We evaluate the applicability of a new class of Maximum Distance Separable (MDS) erasure codes to transmission of real time content to mobile devices and demonstrate that the systematic code outperforms the non-systematic variant in regards to computation complexity and buffer size requirements, making it practical for mobile devices.

We propose a new Layered secret sharing scheme for real time data sharing in Online Social Networks (OSNs). The proposed scheme enables automated profile sharing in OSN groups with fine-grained privacy control, via a multi-secret sharing scheme comprising of layered shares. The scheme does not require reliance on a trusted third party.

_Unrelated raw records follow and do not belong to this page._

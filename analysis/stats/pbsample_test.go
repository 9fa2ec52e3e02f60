package stats

// Test of PassingBablokSampleError: the spread of the sampled
// Passing–Bablok figures over samples drawn for the same data.

import (
	"math"
	"math/rand/v2"
	"testing"
)

// The same 6000 rows, each time with one value moved by 1e-9 of its size
// (which changes the sample's seed, a hash of the rows, and moves the exact
// figures by far less than the sampling error): the SD of the sampled slope
// and interval ends over 16 samples, in half-widths of the interval, must
// agree with PassingBablokSampleError within the error of an SD from 16
// draws (a factor 0.55 to 1.6 holds with probability above 99 %,
// chi-squared with 15 df: scipy.stats.chi2.ppf(0.005, 15) = 4.60,
// chi2.ppf(0.995, 15) = 32.8, √(4.60/15) = 0.55, √(32.8/15) = 1.48).
func TestPassingBablokSampleError(t *testing.T) {
	if testing.Short() {
		t.Skip("16 sampled fits of 6000 rows")
	}
	const n, runs, conf = 6000, 16, 0.95
	rng := rand.New(rand.NewPCG(9, 9))
	x, y := make([]float64, n), make([]float64, n)
	for i := range x {
		tv := 10 + rng.NormFloat64()*3
		x[i], y[i] = tv+rng.NormFloat64(), 1.1*tv+rng.NormFloat64()
	}
	var s, s2 [3]float64
	var hw float64
	for r := range runs {
		x[0] = x[0] * (1 + 1e-9*float64(r))
		f := PassingBablok(x, y, conf)
		if !f.Sampled {
			t.Fatal("not sampled")
		}
		hw += (f.SlopeHi - f.SlopeLo) / 2 / runs
		for k, v := range []float64{f.Slope, f.SlopeLo, f.SlopeHi} {
			s[k] += v
			s2[k] += v * v
		}
	}
	want := PassingBablokSampleError(n, conf)
	for k, name := range []string{"slope", "lower end", "upper end"} {
		sd := math.Sqrt((s2[k] - s[k]*s[k]/runs) / (runs - 1))
		got := sd / hw
		t.Logf("%s: SD %.3g of the half-width, stated %.3g", name, got, want)
		if got < 0.55*want || got > 1.6*want {
			t.Errorf("%s: sampled SD %.3g of the half-width, stated %.3g", name, got, want)
		}
	}
}
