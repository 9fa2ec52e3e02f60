package stats

// This file holds the one-variable summaries (Describe, Quartiles) and the
// centred second moments of a pair (CentredMoments) that every other
// estimator in the package is built on.

import "math"

// Summary is the location and spread of one variable.
type Summary struct {
	N      int     // number of values
	Mean   float64 // arithmetic mean
	SD     float64 // sample standard deviation, n−1 denominator
	Min    float64 // smallest value
	Q1     float64 // lower quartile, Hyndman & Fan (1996) type 7
	Median float64 // median (type 7 at p = 0.5 is the usual median)
	Q3     float64 // upper quartile, Hyndman & Fan (1996) type 7
	Max    float64 // largest value
}

// Describe returns n, mean, sample SD, min, quartiles and max of x.
//
// The mean and the sum of squares are centred sums by the corrected
// two-pass algorithm (Chan, Golub & LeVeque 1983, "Algorithms for computing
// the sample variance", Am. Stat. 37(3), eq. 1.7):
//
//	m = Σx/n;  m ← m + Σ(x−m)/n;  SS = Σ(x−m)² − (Σ(x−m))²/n;  SD = √(SS/(n−1))
//
// The quartiles follow Hyndman & Fan (1996), "Sample quantiles in
// statistical packages", Am. Stat. 50(4), definition 7 (see Quantile7): the
// median of 1..10 is 5.5 and Q1 is 3.25. x is not modified; a copy is
// sorted by an O(n) radix sort (sortkey.go).
//
// x must hold no NaN (the caller removes missing values first). An empty x
// gives N = 0 and NaN everywhere; one value gives SD NaN; a NaN in x gives
// NaN for every field but N; an infinite value gives NaN Mean and SD (the
// centred sums do not exist) while Min and Max are still the extremes.
func Describe(x []float64) Summary {
	s := Summary{N: len(x)}
	nan := math.NaN()
	s.Mean, s.SD, s.Min, s.Q1, s.Median, s.Q3, s.Max = nan, nan, nan, nan, nan, nan, nan
	if len(x) == 0 {
		return s
	}
	for _, v := range x {
		if math.IsNaN(v) {
			return s
		}
	}
	m, ss := meanSS(x)
	s.Mean = m
	if len(x) > 1 {
		s.SD = math.Sqrt(ss / float64(len(x)-1))
	}
	sorted := sortedCopy(x)
	s.Min, s.Max = sorted[0], sorted[len(sorted)-1]
	s.Q1, s.Median, s.Q3 = Quartiles(sorted)
	return s
}

// Quartiles returns the lower quartile, median and upper quartile of sorted
// (ascending, no NaN) by Hyndman & Fan (1996) definition 7. It returns NaN
// for an empty slice. It does not check that sorted is sorted.
func Quartiles(sorted []float64) (q1, median, q3 float64) {
	return Quantile7(sorted, 0.25), Quantile7(sorted, 0.5), Quantile7(sorted, 0.75)
}

// Quantile7 returns the p-quantile of sorted (ascending, no NaN) by
// Hyndman & Fan (1996), "Sample quantiles in statistical packages",
// Am. Stat. 50(4):361–365, definition 7: with h = (n−1)·p (0-based),
//
//	Q(p) = x[⌊h⌋] + (h − ⌊h⌋)·(x[⌊h⌋+1] − x[⌊h⌋])
//
// the linear interpolation between order statistics at positions
// 1 + (n−1)p, which is the default of R's quantile() and of NumPy. It
// returns NaN for an empty slice or p outside [0, 1].
func Quantile7(sorted []float64, p float64) float64 {
	return quantile7At(len(sorted), func(k int) float64 { return sorted[k] }, p)
}

// quantile7At is Quantile7 of n sorted values, the k-th smallest being at(k).
func quantile7At(n int, at func(int) float64, p float64) float64 {
	if n == 0 || !(p >= 0 && p <= 1) {
		return math.NaN()
	}
	h := float64(n-1) * p
	lo := int(math.Floor(h))
	if lo >= n-1 {
		return at(n - 1)
	}
	frac := h - float64(lo)
	if frac == 0 {
		return at(lo)
	}
	a, b := at(lo), at(lo+1)
	return a + frac*(b-a)
}

// meanSS returns the mean and the centred sum of squares Σ(x−m)² of x by
// the corrected two-pass algorithm (Chan, Golub & LeVeque 1983, eq. 1.7).
// x must be non-empty.
func meanSS(x []float64) (mean, ss float64) {
	hi, lo, ss := meanParts(x)
	return hi + lo, ss
}

// meanParts returns the mean of x as an unevaluated sum hi + lo, hi = Σx/n
// rounded and lo = Σ(x − hi)/n (the correction of Chan, Golub & LeVeque
// 1983, eq. 1.7), and the centred sum of squares Σ(x − x̄)². The deviation
// (x − hi) − lo is accurate to the rounding of the deviation itself even
// when |x̄| is far larger than the spread (x = 10⁹ + small), where folding
// lo into hi would round it away and leave every deviation off by up to
// half an ulp of x̄. x must be non-empty.
func meanParts(x []float64) (hi, lo, ss float64) {
	n := float64(len(x))
	var sum float64
	for _, v := range x {
		sum += v
	}
	hi = sum / n
	var c, q ksum
	for lo := 0; lo < len(x); lo += sumBlock {
		var bc, bq float64
		for _, v := range x[lo:min(lo+sumBlock, len(x))] {
			d := v - hi
			bc += d
			bq += d * d
		}
		c.add(bc)
		q.add(bq)
	}
	cs := c.value()
	return hi, cs / n, q.value() - cs*cs/n
}

// sumBlock is the length of the blocks whose plain sums the second passes
// add into compensated totals (ksum): the rounding error of a sum of n
// terms is then about (sumBlock + 2)·ε instead of up to n·ε, which at
// n = 10⁶ took Spearman's ρ 2.4e-12 away from its exact value.
const sumBlock = 256

// ksum is a compensated sum (Neumaier 1974, "Rundungsfehleranalyse einiger
// Verfahren zur Summation endlicher Summen", ZAMM 54; the improved Kahan
// summation, Higham 2002, Accuracy and Stability of Numerical Algorithms,
// 2nd ed., §4.3).
type ksum struct{ s, c float64 }

func (k *ksum) add(v float64) {
	t := k.s + v
	if math.Abs(k.s) >= math.Abs(v) {
		k.c += (k.s - t) + v
	} else {
		k.c += (v - t) + k.s
	}
	k.s = t
}

func (k *ksum) value() float64 { return k.s + k.c }

// Moments are the means and centred sums of squares and products of a pair.
type Moments struct {
	N            int     // number of pairs
	MeanX, MeanY float64 // means of x and y
	Sxx, Syy     float64 // Σ(x−x̄)², Σ(y−ȳ)²
	Sxy          float64 // Σ(x−x̄)(y−ȳ)

	// parts, set by CentredMoments only: each mean in the two parts of
	// meanParts (hi the plain mean, lo its correction), which the Sorted
	// fits and summaries of the same pairs reuse (Sorted.Moments) instead
	// of summing the columns again.
	parts meanPair
}

// meanPair holds the means of x and y in two parts each, as meanParts
// returns them.
type meanPair struct{ xhi, xlo, yhi, ylo float64 }

// CentredMoments returns n, the means and the centred sums Sxx, Syy, Sxy of
// the pairs (x[i], y[i]) by the corrected two-pass algorithm (Chan, Golub &
// LeVeque 1983, eq. 1.7, extended to the cross product): the first pass
// gives the means, the second sums deviations from them (in blocks of
// sumBlock added into compensated totals), and the sum of the deviations
// (zero in exact arithmetic) corrects both means and sums.
//
// x and y must have equal length (it panics otherwise). An empty input
// gives N = 0 and NaN means and sums; NaN in the input propagates.
func CentredMoments(x, y []float64) Moments {
	if len(x) != len(y) {
		panic("stats: CentredMoments: x and y lengths differ")
	}
	m := Moments{N: len(x)}
	if len(x) == 0 {
		nan := math.NaN()
		m.MeanX, m.MeanY, m.Sxx, m.Syy, m.Sxy = nan, nan, nan, nan, nan
		return m
	}
	n := float64(len(x))
	var sx, sy float64
	for i := range x {
		sx += x[i]
		sy += y[i]
	}
	mx, my := sx/n, sy/n
	var kcx, kcy, kxx, kyy, kxy ksum
	for lo := 0; lo < len(x); lo += sumBlock {
		hi := min(lo+sumBlock, len(x))
		var cx, cy, qxx, qyy, qxy float64
		for i := lo; i < hi; i++ {
			dx, dy := x[i]-mx, y[i]-my
			cx += dx
			cy += dy
			qxx += dx * dx
			qyy += dy * dy
			qxy += dx * dy
		}
		kcx.add(cx)
		kcy.add(cy)
		kxx.add(qxx)
		kyy.add(qyy)
		kxy.add(qxy)
	}
	cx, cy := kcx.value(), kcy.value()
	m.MeanX, m.MeanY = mx+cx/n, my+cy/n
	m.parts = meanPair{xhi: mx, xlo: cx / n, yhi: my, ylo: cy / n}
	m.Sxx = kxx.value() - cx*cx/n
	m.Syy = kyy.value() - cy*cy/n
	m.Sxy = kxy.value() - cx*cy/n
	return m
}

// GridX is the i-th (0-based) of k ≥ 2 evenly spaced values from lo to hi,
// the last exactly hi: the x at which a curve or band is drawn.
func GridX(lo, hi float64, i, k int) float64 {
	if i == k-1 {
		return hi
	}
	return lo + (hi-lo)*float64(i)/float64(k-1)
}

Compared to independent sharing of specific profile attributes (e.g. text, images or video), the scheme does not leak any information about what is shared, including the number of attributes and it introduces a relatively small computation and communications overhead.

Finally, we investigate the links between MDS codes and secret sharing schemes, motivated by the inefficiency of the commonly used Shamir scheme. We derive the theoretical links between MDS codes and secret sharing schemes and propose a novel MDS code based construction method for strong ramp schemes. This allows the use of existing efficient implementations of MDS codes for secret sharing and secure computing applications. We demonstrate that strong ramp schemes deliver a significant reduction of processing time and communication overhead, compared to Shamir scheme.